> To do
Return each entry precisely as it appears below.

> The data
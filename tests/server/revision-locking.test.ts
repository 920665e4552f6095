// The database, not the timing of requests, decides between two writers of one kit: while one transaction
// holds the kit's row, a second based on the same version waits, then finds the version moved and writes
// nothing. And the backfill gives revisions saved before summaries were kept the engine's figures.
import { randomUUID } from "node:crypto";
import { eq } from "drizzle-orm";
import { Pool } from "pg";
import { describe, expect, it } from "vitest";
import { TARNWICK_10_BASE, TARNWICK_10_CVD, TARNWICK_10_THIN_NECK } from "@/contracts/demo-layouts";
import { summarizeAnalysis, type StoredSummary } from "@/contracts/revisions";
import { analyzeLayout } from "@/engine";
import { db } from "@/server/db/client";
import { kitRevisions, kits, workspaces } from "@/server/db/schema";
import { createKit, getKit, writeHeadRevision } from "@/server/data/kits";
import { backfillSummaries } from "../../scripts/lib/backfill-summaries";
import { signUp } from "../helpers/api";

const summary = (layout: typeof TARNWICK_10_BASE): StoredSummary => ({ ok: true, ...summarizeAnalysis(analyzeLayout(layout)) });

async function scratchKit() {
  const user = await signUp("Lock Tester");
  const workspaceId = randomUUID();
  await db.insert(workspaces).values({ id: workspaceId, name: "Locking bench", slug: `locking-${workspaceId.slice(0, 8)}` });
  const kit = await createKit(workspaceId, user.userId, { name: "Latch 10", scale: "1:10" }, TARNWICK_10_BASE);
  return { workspaceId, userId: user.userId, kitId: kit.id };
}

describe("writeHeadRevision under a held row lock", () => {
  it("the second writer on the same version waits for the first, then writes nothing", async () => {
    const { workspaceId, kitId, userId } = await scratchKit();
    const at = { workspaceId, kitId, userId, basedOn: 1 };
    let releaseFirst!: () => void;
    const firstHolds = new Promise<void>((r) => (releaseFirst = r));
    let firstWrote!: () => void;
    const firstHasLock = new Promise<void>((r) => (firstWrote = r));
    const order: string[] = [];

    const first = db.transaction(async (tx) => {
      const n = await writeHeadRevision(tx, at, TARNWICK_10_THIN_NECK, summary(TARNWICK_10_THIN_NECK), { kind: "save", note: "first" });
      firstWrote();
      await firstHolds; // keep the row locked until the second writer is blocked on it
      order.push("first commits");
      return n;
    });
    await firstHasLock;
    const second = db.transaction(async (tx) => {
      const n = await writeHeadRevision(tx, at, TARNWICK_10_CVD, summary(TARNWICK_10_CVD), { kind: "save", note: "second" });
      order.push("second returns");
      return n;
    });
    await new Promise((r) => setTimeout(r, 150));
    expect(order).toEqual([]); // the second is waiting on the row lock
    releaseFirst();
    expect(await first).toBe(2);
    expect(await second).toBeNull();
    expect(order).toEqual(["first commits", "second returns"]);

    const revs = await db.select({ number: kitRevisions.number, note: kitRevisions.note }).from(kitRevisions).where(eq(kitRevisions.kitId, kitId));
    expect(revs.sort((a, b) => a.number - b.number)).toEqual([{ number: 1, note: "" }, { number: 2, note: "first" }]);
    const k = await getKit(workspaceId, kitId);
    expect(k).toMatchObject({ version: 2, headRevision: 2, layout: TARNWICK_10_THIN_NECK });
  });
});

describe("backfillSummaries (run by scripts/migrate.ts)", () => {
  it("computes the summary of a revision that has none and copies the head's readouts to the kit", async () => {
    const { kitId } = await scratchKit();
    await db.update(kitRevisions).set({ summary: null }).where(eq(kitRevisions.kitId, kitId));
    await db.update(kits).set({ lockDeg: null, safetyFactor: null, maxJointAngleDeg: null, ackermannPct: null, neckClearanceMm: null, lockLimitedBy: null }).where(eq(kits.id, kitId));
    const pool = new Pool({ connectionString: process.env.DATABASE_URL, max: 1 });
    try {
      expect(await backfillSummaries(pool)).toBeGreaterThanOrEqual(1);
    } finally {
      await pool.end();
    }
    const expected = analyzeLayout(TARNWICK_10_BASE);
    const [rev] = await db.select({ summary: kitRevisions.summary }).from(kitRevisions).where(eq(kitRevisions.kitId, kitId));
    expect(rev!.summary).toMatchObject({ ok: true, lockLimitedBy: expected.steerLock.worst.limitedBy });
    const [k] = await db.select({ lockDeg: kits.lockDeg, safetyFactor: kits.safetyFactor }).from(kits).where(eq(kits.id, kitId));
    expect(k!.lockDeg).toBeCloseTo(expected.steerLock.worst.innerDeg, 9);
    expect(k!.safetyFactor).toBeCloseTo(expected.strength.safetyFactor, 9);
  });
});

> Solution
filename tests/server/revision-locking.test.ts
repository 920665e4552f6095
// The database, not the timing of requests, decides between two writers of one kit: while one transaction
// holds the kit's row, a second based on the same version waits, then finds the version moved and writes
// nothing. And the backfill gives revisions saved before summaries were kept the engine's figures.
import { randomUUID } from "node:crypto";
import { eq } from "drizzle-orm";
import { Pool } from "pg";
import { describe, expect, it } from "vitest";
import { TARNWICK_10_BASE, TARNWICK_10_CVD, TARNWICK_10_THIN_NECK } from "@/contracts/demo-layouts";
import { summarizeAnalysis, type StoredSummary } from "@/contracts/revisions";
import { analyzeLayout } from "@/engine";
import { db } from "@/server/db/client";
import { kitRevisions, kits, workspaces } from "@/server/db/schema";
import { createKit, getKit, writeHeadRevision } from "@/server/data/kits";
import { backfillSummaries } from "../../scripts/lib/backfill-summaries";
import { signUp } from "../helpers/api";

const summary = (layout: typeof TARNWICK_10_BASE): StoredSummary => ({ ok: true, ...summarizeAnalysis(analyzeLayout(layout)) });

async function scratchKit() {
  const user = await signUp("Lock Tester");
  const workspaceId = randomUUID();
  await db.insert(workspaces).values({ id: workspaceId, name: "Locking bench", slug: `locking-${workspaceId.slice(0, 8)}` });
  const kit = await createKit(workspaceId, user.userId, { name: "Latch 10", scale: "1:10" }, TARNWICK_10_BASE);
  return { workspaceId, userId: user.userId, kitId: kit.id };
}

describe("writeHeadRevision under a held row lock", () => {
  it("the second writer on the same version waits for the first, then writes nothing", async () => {
    const { workspaceId, kitId, userId } = await scratchKit();
    const at = { workspaceId, kitId, userId, basedOn: 1 };
    let releaseFirst!: () => void;
    const firstHolds = new Promise<void>((r) => (releaseFirst = r));
    let firstWrote!: () => void;
    const firstHasLock = new Promise<void>((r) => (firstWrote = r));
    const order: string[] = [];

    const first = db.transaction(async (tx) => {
      const n = await writeHeadRevision(tx, at, TARNWICK_10_THIN_NECK, summary(TARNWICK_10_THIN_NECK), { kind: "save", note: "first" });
      firstWrote();
      await firstHolds; // keep the row locked until the second writer is blocked on it
      order.push("first commits");
      return n;
    });
    await firstHasLock;
    const second = db.transaction(async (tx) => {
      const n = await writeHeadRevision(tx, at, TARNWICK_10_CVD, summary(TARNWICK_10_CVD), { kind: "save", note: "second" });
      order.push("second returns");
      return n;
    });
    await new Promise((r) => setTimeout(r, 150));
    expect(order).toEqual([]); // the second is waiting on the row lock
    releaseFirst();
    expect(await first).toBe(2);
    expect(await second).toBeNull();
    expect(order).toEqual(["first commits", "second returns"]);

    const revs = await db.select({ number: kitRevisions.number, note: kitRevisions.note }).from(kitRevisions).where(eq(kitRevisions.kitId, kitId));
    expect(revs.sort((a, b) => a.number - b.number)).toEqual([{ number: 1, note: "" }, { number: 2, note: "first" }]);
    const k = await getKit(workspaceId, kitId);
    expect(k).toMatchObject({ version: 2, headRevision: 2, layout: TARNWICK_10_THIN_NECK });
  });
});

describe("backfillSummaries (run by scripts/migrate.ts)", () => {
  it("computes the summary of a revision that has none and copies the head's readouts to the kit", async () => {
    const { kitId } = await scratchKit();
    await db.update(kitRevisions).set({ summary: null }).where(eq(kitRevisions.kitId, kitId));
    await db.update(kits).set({ lockDeg: null, safetyFactor: null, maxJointAngleDeg: null, ackermannPct: null, neckClearanceMm: null, lockLimitedBy: null }).where(eq(kits.id, kitId));
    const pool = new Pool({ connectionString: process.env.DATABASE_URL, max: 1 });
    try {
      expect(await backfillSummaries(pool)).toBeGreaterThanOrEqual(1);
    } finally {
      await pool.end();
    }
    const expected = analyzeLayout(TARNWICK_10_BASE);
    const [rev] = await db.select({ summary: kitRevisions.summary }).from(kitRevisions).where(eq(kitRevisions.kitId, kitId));
    expect(rev!.summary).toMatchObject({ ok: true, lockLimitedBy: expected.steerLock.worst.limitedBy });
    const [k] = await db.select({ lockDeg: kits.lockDeg, safetyFactor: kits.safetyFactor }).from(kits).where(eq(kits.id, kitId));
    expect(k!.lockDeg).toBeCloseTo(expected.steerLock.worst.innerDeg, 9);
    expect(k!.safetyFactor).toBeCloseTo(expected.strength.safetyFactor, 9);
  });
});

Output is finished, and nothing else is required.